L2/99-172

PROPOSED DRAFT Unicode Technical Report #19

UTF-32

Revision	2
Authors	Mark Davis ([email protected])
Date	1999-05-31
This Version	TBD
Previous Version	TBD
Latest Version	TBD
Unicode Technical Reports	http://www.unicode.org/unicode/reports/

Summary

This document specifies a four-byte Unicode Transformation Format. The document is in initial phase, and has not gone through the editing process. We welcome review feedback and suggestions on the content.

Status of this document

This document is an unpublished, preliminary working draft. It is posted for general review. At its next meeting, the Unicode Technical Committee (UTC) may reject this document, review it for suitability to progress to draft status and/ or further amend this document. Please mail any comments to the authors.

This document does not, at this time, imply any endorsement by the Consortium's staff or member organizations.

Introduction

Unicode is most commonly serialized using either the 8-bit form (UTF-8) or the 16-bit forms (UTF-16BE, UTF-16LE, or UTF-16). However, some applications may wish to use a 32-bit form, where each Unicode scalar value corresponds to a single 32-bit unit. Even those applications that do not use this form may want to convert to and from it for interoperability.

This document provides a specification of such an encoding form, called UTF-32. UTF-16 is very close to the UCS-4 encoding form defined in ISO 10646, but has some important differences.

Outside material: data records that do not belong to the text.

def time_to_temperature(
    shape: Shape,
    *,
    k: float,
    h: float,
    t_initial: float,
    t_air: float,
    t_target: float,
    alpha: float | None = None,
    rho: float | None = None,
    cp: float | None = None,
    point: Sequence[float] | float | None = None,
) -> float:
    """Time for the point (default the centre) to reach ``t_target``.

    Works for heating and cooling alike. A target already passed at the
    start (between the initial temperature and beyond it) gives 0.

    Parameters
    ----------
    shape : Shape
        Product shape.
    k : float
        Thermal conductivity [W/m K].
    h : float
        Surface coefficient [W/m² K] (``inf``: surface at the air temperature).
    t_initial : float
        Uniform initial temperature [°C].
    t_air : float
        Air temperature [°C].
    t_target : float
        Target temperature at the point [°C].
    alpha, rho, cp : float, optional
        Diffusivity [m²/s], or density [kg/m³] and specific heat [J/kg K].
    point : sequence of float, optional
        Coordinates from the centre [m]; default the centre.

    Returns
    -------
    float
        Time [s].

    Raises
    ------
    UnreachableTargetError
        Target on the far side of, or equal to, the air temperature; no heat
        exchange (``h = 0``); product already at the air temperature.
    ThermalInputError
        Bad argument (named in the message).

    References
    ----------
    .. [1] Incropera et al., *Fundamentals of Heat and Mass Transfer*, 6th
       ed., §5.5–5.8 (series and product solutions, inverted numerically;
       the product of decreasing factors is decreasing, so the root is
       bracketed and found by Brent's method).
    """
    shape = _check_shape(shape)
    kk = _scalar("k", positive("k", k))
    hh = _scalar("h", nonnegative("h", h, allow_inf=True))
    ti = _scalar("t_initial", temperature_c("t_initial", t_initial))
    ta = _scalar("t_air", temperature_c("t_air", t_air))
    tg = _scalar("t_target", temperature_c("t_target", t_target))
    aa = _scalar("alpha", _diffusivity(kk, alpha, rho, cp))
    positions = _positions(shape, point)
    where = "core" if all(x == 0 for x in positions) else "point"
    ratio = _target_ratio(ti, ta, tg, where)
    if ratio >= 1.0:
        return 0.0
    if hh == 0.0:
        raise UnreachableTargetError(
            f"h: with h = 0 there is no heat exchange; the {where} stays at {_fmt(ti)} °C"
        )
    dirs = [
        (kind, length, x, hh * length / kk)
        for (kind, length), x in zip(shape.directions, positions, strict=True)
    ]
    if len(dirs) == 1:
        kind, length, x, bi = dirs[0]
        return float(series.fourier_for_ratio(kind, bi, ratio, x)) * length**2 / aa
    # product of n decreasing factors: if every factor is above r^(1/n) the
    # product is above r; once any factor is below r so is the product
    n = len(dirs)
    t_each = np.empty((n, 2))
    for kind in {d[0] for d in dirs}:  # one vectorised inversion per series shape
        rows = [i for i, d in enumerate(dirs) if d[0] == kind]
        bi = np.array([[dirs[i][3]] for i in rows])
        x = np.array([[dirs[i][2]] for i in rows])
        scale = np.array([[dirs[i][1] ** 2 / aa] for i in rows])
        fo = series.fourier_for_ratio(kind, bi, np.array([ratio, ratio ** (1 / n)]), x)
        t_each[rows] = fo * scale
    t_hi = float(t_each[:, 0].min())
    t_lo = float(t_each[:, 1].min())
    if t_hi == 0.0:
        return 0.0
    log_r = math.log(ratio)
    # one θ(Fo) per direction with its eigen data computed once (valid from t_lo)
    factors = [
        (series._point_evaluator(kind, bi, x, aa * t_lo / length**2), aa / length**2)
        for kind, length, x, bi in dirs
    ]

    def gap(t: float) -> float:
        total = 0.0
        for theta_of, scale in factors:
            theta = theta_of(scale * t)
            if theta <= 0.0:
                return -math.inf
            total += math.log(theta)
        return total - log_r

    if t_lo >= t_hi or gap(t_hi) >= 0.0:
        return t_hi
    if gap(t_lo) <= 0.0:
        return t_lo
    return float(brentq(gap, t_lo, t_hi, xtol=1e-13 * t_hi, rtol=1e-13))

UTF-32 is restricted in values to the range 00000000..0010FFFF, which precisely matches the range of characters defined in Unicode (and other standards such as XML).
- While both the Unicode consortium and ISO SC2/WG2 do not ever expect to assign characters above 10FFFF, UCS-4 formally allows values in the range 00000000..7FFFFFFF.
- Moreover, in UCS-4 the code ranges 00E00000..00FFFFFF and 60000000..7FFFFFFF are available for private use.
Over and above ISO 10646, the Unicode Standard adds a number of conformance constraints on character semantics (see The Unicode Standard, Version 2.0, Chapter 3). Declaring UTF-32 instead of UCS-4 allows implementations to explicitly commit to Unicode semantics.
UTF-32 has explicitly named variants to account for differences in endianness on different platforms. These correspond to the forms of UTF-16.
Notationally, the term "UTF-32" is parallel to "UTF-16" and "UTF-8", avoiding some confusion among software developers (especially since the pronunciations of "UTF" and "UCS" are so very similar).

Definitions

D1	A Unicode Transformation Format (UTF) is a mapping from each Unicode code character sequence to a unique sequence of code values. These code values are particular units of computer storage specified by the transformation format, typically bytes. Any sequence of code values that would correspond to scalar values above 10FFFF₁₆ are illegal.
D2	UTF-32BE is the Unicode Transformation Format that serializes a Unicode scalar value as a sequence of four bytes, in Big Endian Format. An initial sequence corresponding to U+FEFF is interpreted as a zero width no-break space. In UTF-32BE, <0061 D808 DF45> is serialized as <00 00 00 61 00 01 23 45>
D3	UTF-32LE is the Unicode Transformation Format that serializes a Unicode scalar value as a sequence of four bytes, in Little Endian Format. An initial sequence corresponding to U+FEFF is interpreted as a zero width no-break space. In UTF-32BE, <0061 D808 DF45> is serialized as <61 00 00 00 45 23 01 00>
D4	UTF-32 is the Unicode Transformation Format that serializes a Unicode scalar value as a sequence of four bytes, in either Big Endian or Little Endian Format. An initial sequence corresponding to U+FEFF is interpreted as a byte order mark, and is used to distinguish between the two endians for the rest of the text. It is not considered part of the content of the text. A serialization of Unicode values into UTF-32 may or may not begin with a byte order mark. In UTF-32BE, <0061 D808 DF45> is serialized as: <00 00 FE FF 00 00 00 61 00 01 23 45>, <FF FE 00 00 61 00 00 00 45 23 01 00>, or <00 00 00 61 00 01 23 45>

Conformance

When a process interprets a byte sequence in a Unicode Transformation Format, it shall interpret that byte sequence in accordance with the character semantics established by the Unicode Standard for the corresponding Unicode character sequence.

When a process generates data in a Unicode Transformation Format, it shall not emit ill-formed byte sequences. When a process interprets data in a Unicode Transformation Format, it shall treat illegal byte sequences as an error condition.

Copyright

The Unicode Consortium makes no expressed or implied warranty of any kind, and assumes no liability for errors or omissions. No liability is assumed for incidental and consequential damages in connection with or arising out of the use of the information or programs contained or accompanying this technical report.

Unicode and the Unicode logo are trademarks of Unicode, Inc., and are registered in some jurisdictions.